• Items listed in a dataset:
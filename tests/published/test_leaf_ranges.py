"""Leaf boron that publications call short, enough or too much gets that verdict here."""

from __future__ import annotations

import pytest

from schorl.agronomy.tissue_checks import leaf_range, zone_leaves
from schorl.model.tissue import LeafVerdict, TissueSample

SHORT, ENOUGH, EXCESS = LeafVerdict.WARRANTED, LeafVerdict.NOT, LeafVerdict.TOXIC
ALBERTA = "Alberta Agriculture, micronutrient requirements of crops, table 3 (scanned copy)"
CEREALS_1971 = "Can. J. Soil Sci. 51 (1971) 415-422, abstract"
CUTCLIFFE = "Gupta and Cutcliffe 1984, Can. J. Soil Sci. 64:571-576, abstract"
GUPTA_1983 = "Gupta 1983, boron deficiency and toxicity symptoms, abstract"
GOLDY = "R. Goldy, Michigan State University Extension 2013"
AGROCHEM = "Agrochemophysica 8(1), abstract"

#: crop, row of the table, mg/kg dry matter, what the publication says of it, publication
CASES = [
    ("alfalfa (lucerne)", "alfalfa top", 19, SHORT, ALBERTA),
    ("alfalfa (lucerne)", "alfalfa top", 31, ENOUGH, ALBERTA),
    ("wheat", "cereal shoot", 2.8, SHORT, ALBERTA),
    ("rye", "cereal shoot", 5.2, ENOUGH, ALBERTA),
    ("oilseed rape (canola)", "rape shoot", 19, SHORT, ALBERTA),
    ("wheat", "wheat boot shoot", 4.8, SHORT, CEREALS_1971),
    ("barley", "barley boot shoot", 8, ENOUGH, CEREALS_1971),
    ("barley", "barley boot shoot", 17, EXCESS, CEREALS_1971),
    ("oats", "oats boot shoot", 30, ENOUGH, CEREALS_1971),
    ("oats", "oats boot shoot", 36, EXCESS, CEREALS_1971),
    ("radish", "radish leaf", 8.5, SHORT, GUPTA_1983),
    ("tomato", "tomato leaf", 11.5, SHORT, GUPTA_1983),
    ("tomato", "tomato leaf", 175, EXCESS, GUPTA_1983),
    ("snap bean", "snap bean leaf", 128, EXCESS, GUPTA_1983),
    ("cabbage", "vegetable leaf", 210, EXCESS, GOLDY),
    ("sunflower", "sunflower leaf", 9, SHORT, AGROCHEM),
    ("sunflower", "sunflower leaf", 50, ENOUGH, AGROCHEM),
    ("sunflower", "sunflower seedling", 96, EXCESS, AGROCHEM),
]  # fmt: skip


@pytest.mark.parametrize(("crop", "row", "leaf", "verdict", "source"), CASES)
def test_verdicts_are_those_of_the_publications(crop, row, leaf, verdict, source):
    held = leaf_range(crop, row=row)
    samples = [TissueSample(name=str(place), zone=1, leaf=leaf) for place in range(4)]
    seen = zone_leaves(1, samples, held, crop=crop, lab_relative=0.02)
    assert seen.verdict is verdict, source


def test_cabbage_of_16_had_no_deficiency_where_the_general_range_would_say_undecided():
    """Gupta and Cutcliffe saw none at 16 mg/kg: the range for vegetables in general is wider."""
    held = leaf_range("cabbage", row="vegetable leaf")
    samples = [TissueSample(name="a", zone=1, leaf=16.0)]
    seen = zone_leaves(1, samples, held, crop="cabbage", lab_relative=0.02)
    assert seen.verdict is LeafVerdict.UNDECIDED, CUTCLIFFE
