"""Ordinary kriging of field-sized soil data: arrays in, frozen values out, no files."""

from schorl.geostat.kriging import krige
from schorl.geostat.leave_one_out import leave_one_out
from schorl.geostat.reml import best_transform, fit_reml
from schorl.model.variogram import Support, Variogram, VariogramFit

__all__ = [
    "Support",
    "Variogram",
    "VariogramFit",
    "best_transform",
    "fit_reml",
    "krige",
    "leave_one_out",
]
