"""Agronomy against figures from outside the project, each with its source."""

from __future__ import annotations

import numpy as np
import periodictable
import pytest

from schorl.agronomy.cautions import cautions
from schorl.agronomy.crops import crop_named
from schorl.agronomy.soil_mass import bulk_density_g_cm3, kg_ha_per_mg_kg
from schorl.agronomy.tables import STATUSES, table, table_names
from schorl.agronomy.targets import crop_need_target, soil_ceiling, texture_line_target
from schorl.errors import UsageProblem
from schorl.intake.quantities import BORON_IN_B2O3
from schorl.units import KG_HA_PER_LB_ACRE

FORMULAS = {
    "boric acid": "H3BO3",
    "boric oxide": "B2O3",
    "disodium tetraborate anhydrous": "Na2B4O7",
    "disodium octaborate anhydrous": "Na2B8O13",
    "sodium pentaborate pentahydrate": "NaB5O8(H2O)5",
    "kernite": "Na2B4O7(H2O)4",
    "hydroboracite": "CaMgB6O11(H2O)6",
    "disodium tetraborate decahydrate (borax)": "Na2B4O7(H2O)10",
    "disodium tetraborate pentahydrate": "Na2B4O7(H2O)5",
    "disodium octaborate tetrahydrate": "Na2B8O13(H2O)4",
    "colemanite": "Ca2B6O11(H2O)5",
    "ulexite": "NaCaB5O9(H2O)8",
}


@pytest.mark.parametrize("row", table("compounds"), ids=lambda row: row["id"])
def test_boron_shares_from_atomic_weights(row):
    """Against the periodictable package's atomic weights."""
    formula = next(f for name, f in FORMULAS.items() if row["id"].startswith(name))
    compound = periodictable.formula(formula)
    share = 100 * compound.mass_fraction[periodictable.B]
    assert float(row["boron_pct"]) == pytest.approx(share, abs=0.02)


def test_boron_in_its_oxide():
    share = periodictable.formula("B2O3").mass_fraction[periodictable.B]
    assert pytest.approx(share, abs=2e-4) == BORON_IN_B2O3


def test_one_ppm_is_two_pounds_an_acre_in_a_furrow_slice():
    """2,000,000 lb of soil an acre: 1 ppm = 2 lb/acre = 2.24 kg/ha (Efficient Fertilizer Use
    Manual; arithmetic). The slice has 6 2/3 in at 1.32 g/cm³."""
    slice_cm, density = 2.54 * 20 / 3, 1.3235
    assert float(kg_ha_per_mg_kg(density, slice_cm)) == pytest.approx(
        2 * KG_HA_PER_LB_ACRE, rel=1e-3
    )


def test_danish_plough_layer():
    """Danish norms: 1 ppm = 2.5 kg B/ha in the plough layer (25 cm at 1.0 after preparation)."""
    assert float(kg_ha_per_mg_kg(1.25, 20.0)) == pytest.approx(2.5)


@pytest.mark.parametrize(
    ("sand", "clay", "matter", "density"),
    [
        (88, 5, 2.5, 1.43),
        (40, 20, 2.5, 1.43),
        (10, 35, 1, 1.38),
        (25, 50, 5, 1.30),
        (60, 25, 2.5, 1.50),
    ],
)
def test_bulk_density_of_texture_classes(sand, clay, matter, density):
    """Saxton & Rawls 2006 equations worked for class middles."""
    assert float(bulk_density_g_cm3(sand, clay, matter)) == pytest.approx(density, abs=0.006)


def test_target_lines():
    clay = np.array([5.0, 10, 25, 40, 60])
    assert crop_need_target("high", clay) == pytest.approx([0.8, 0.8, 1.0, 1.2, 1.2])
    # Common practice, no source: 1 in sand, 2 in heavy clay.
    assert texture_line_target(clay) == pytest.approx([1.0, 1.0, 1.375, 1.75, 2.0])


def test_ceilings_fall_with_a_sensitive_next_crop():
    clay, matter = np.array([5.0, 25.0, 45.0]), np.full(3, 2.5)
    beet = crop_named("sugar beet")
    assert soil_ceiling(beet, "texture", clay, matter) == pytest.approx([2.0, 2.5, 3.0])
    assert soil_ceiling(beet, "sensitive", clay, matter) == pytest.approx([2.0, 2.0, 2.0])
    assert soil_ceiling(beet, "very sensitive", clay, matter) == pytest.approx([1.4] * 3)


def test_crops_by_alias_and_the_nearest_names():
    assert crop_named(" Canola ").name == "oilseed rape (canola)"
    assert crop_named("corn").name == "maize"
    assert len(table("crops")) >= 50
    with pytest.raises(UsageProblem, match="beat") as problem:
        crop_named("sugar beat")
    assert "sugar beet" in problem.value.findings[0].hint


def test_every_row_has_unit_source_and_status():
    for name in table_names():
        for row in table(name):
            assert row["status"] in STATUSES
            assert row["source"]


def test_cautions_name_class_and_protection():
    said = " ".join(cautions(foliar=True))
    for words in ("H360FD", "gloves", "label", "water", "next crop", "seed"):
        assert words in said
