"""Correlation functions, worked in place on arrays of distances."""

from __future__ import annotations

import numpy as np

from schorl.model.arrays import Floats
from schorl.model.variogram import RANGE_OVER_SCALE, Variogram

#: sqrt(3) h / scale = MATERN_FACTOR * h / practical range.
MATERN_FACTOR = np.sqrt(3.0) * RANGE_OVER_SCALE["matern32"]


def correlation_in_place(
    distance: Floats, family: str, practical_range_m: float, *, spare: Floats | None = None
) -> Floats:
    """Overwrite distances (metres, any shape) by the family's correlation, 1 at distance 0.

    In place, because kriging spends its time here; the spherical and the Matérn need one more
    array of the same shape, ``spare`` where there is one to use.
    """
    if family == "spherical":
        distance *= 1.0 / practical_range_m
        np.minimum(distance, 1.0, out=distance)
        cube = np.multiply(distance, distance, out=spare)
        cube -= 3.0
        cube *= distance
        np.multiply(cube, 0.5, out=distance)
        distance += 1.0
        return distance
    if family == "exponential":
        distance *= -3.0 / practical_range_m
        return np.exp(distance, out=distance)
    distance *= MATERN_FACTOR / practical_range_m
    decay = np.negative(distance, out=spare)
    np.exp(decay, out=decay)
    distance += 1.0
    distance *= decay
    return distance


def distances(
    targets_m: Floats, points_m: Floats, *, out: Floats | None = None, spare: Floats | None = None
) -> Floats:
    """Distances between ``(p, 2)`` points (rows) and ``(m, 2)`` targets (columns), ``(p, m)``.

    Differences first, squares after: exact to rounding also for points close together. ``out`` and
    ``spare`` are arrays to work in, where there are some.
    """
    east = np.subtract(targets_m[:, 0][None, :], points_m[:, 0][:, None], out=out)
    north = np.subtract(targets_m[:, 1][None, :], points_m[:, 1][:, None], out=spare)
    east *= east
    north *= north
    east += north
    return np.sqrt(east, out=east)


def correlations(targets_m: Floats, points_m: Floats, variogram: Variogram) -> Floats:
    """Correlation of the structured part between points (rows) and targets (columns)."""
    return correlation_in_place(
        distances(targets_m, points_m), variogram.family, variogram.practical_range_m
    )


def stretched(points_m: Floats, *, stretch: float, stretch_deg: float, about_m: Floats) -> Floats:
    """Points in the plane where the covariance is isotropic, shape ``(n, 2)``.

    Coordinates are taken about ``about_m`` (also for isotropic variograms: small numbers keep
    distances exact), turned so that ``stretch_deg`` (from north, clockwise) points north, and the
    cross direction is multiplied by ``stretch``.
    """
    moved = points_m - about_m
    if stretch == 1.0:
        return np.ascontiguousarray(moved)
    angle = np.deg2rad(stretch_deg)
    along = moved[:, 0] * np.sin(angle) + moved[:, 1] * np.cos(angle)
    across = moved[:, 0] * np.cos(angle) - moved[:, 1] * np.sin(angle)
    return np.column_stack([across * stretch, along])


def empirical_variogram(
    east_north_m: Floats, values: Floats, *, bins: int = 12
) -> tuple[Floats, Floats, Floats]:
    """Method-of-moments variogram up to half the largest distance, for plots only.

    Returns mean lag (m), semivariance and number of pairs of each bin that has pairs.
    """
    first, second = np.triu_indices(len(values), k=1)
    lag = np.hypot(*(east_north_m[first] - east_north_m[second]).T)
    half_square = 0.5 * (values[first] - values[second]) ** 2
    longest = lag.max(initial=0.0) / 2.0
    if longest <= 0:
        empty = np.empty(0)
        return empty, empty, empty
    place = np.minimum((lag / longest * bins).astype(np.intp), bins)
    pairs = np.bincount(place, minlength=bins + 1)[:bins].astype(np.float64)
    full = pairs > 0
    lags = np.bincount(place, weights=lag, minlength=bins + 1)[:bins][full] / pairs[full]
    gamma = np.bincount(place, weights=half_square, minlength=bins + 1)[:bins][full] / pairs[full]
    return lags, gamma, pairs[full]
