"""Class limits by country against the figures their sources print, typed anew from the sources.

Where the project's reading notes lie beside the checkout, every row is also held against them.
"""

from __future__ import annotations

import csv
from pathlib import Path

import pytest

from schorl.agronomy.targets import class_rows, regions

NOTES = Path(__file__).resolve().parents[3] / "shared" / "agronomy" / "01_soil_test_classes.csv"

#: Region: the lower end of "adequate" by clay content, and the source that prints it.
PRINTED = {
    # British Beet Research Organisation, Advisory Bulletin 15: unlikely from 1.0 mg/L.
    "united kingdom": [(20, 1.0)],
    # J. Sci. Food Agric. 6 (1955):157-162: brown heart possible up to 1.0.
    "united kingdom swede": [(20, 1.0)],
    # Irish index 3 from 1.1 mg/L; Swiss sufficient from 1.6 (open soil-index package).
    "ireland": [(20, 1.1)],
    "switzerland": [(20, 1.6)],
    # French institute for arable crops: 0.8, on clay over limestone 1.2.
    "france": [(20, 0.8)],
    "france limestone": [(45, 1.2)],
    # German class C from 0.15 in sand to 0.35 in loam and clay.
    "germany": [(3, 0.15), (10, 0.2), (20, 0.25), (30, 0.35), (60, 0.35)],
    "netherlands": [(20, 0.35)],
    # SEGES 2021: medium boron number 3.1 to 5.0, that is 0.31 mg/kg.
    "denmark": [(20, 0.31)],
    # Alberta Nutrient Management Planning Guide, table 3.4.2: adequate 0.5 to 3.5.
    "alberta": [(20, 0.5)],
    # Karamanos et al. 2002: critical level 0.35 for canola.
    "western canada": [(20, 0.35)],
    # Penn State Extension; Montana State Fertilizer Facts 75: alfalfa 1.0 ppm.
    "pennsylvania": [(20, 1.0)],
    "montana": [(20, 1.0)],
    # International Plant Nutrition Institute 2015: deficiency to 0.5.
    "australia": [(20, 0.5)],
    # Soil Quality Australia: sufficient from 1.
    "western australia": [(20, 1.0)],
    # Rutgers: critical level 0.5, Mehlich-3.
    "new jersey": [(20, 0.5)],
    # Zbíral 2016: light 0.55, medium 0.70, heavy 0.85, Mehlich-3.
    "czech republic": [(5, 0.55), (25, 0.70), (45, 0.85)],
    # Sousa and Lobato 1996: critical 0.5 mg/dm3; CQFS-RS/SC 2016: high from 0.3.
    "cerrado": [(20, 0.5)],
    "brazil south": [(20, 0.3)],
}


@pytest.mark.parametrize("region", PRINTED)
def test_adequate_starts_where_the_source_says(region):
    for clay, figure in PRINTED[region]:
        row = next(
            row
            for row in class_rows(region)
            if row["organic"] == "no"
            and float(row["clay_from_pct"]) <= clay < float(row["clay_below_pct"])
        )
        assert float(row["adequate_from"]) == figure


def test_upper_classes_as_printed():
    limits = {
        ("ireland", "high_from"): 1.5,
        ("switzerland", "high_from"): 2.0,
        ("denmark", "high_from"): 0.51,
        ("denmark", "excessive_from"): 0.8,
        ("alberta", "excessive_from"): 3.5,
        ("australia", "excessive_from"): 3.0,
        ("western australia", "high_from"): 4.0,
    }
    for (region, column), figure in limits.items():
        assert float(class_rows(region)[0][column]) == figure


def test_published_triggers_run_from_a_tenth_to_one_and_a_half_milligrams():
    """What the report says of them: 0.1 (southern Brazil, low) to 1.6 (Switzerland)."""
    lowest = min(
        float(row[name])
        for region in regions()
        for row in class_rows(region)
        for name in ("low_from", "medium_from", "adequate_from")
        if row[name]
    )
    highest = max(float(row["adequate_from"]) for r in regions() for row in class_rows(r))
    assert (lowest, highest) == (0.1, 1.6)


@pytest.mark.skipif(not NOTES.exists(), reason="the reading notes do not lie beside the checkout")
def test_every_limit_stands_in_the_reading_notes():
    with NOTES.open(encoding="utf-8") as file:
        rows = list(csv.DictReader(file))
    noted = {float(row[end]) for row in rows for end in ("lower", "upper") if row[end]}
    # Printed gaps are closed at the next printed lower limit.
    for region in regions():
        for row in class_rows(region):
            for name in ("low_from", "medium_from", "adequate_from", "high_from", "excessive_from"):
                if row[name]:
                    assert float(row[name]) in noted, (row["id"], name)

• Problem details: Each line of the data that includes the word "bins" counts once; report the total and nothing more.

• Answer box: 5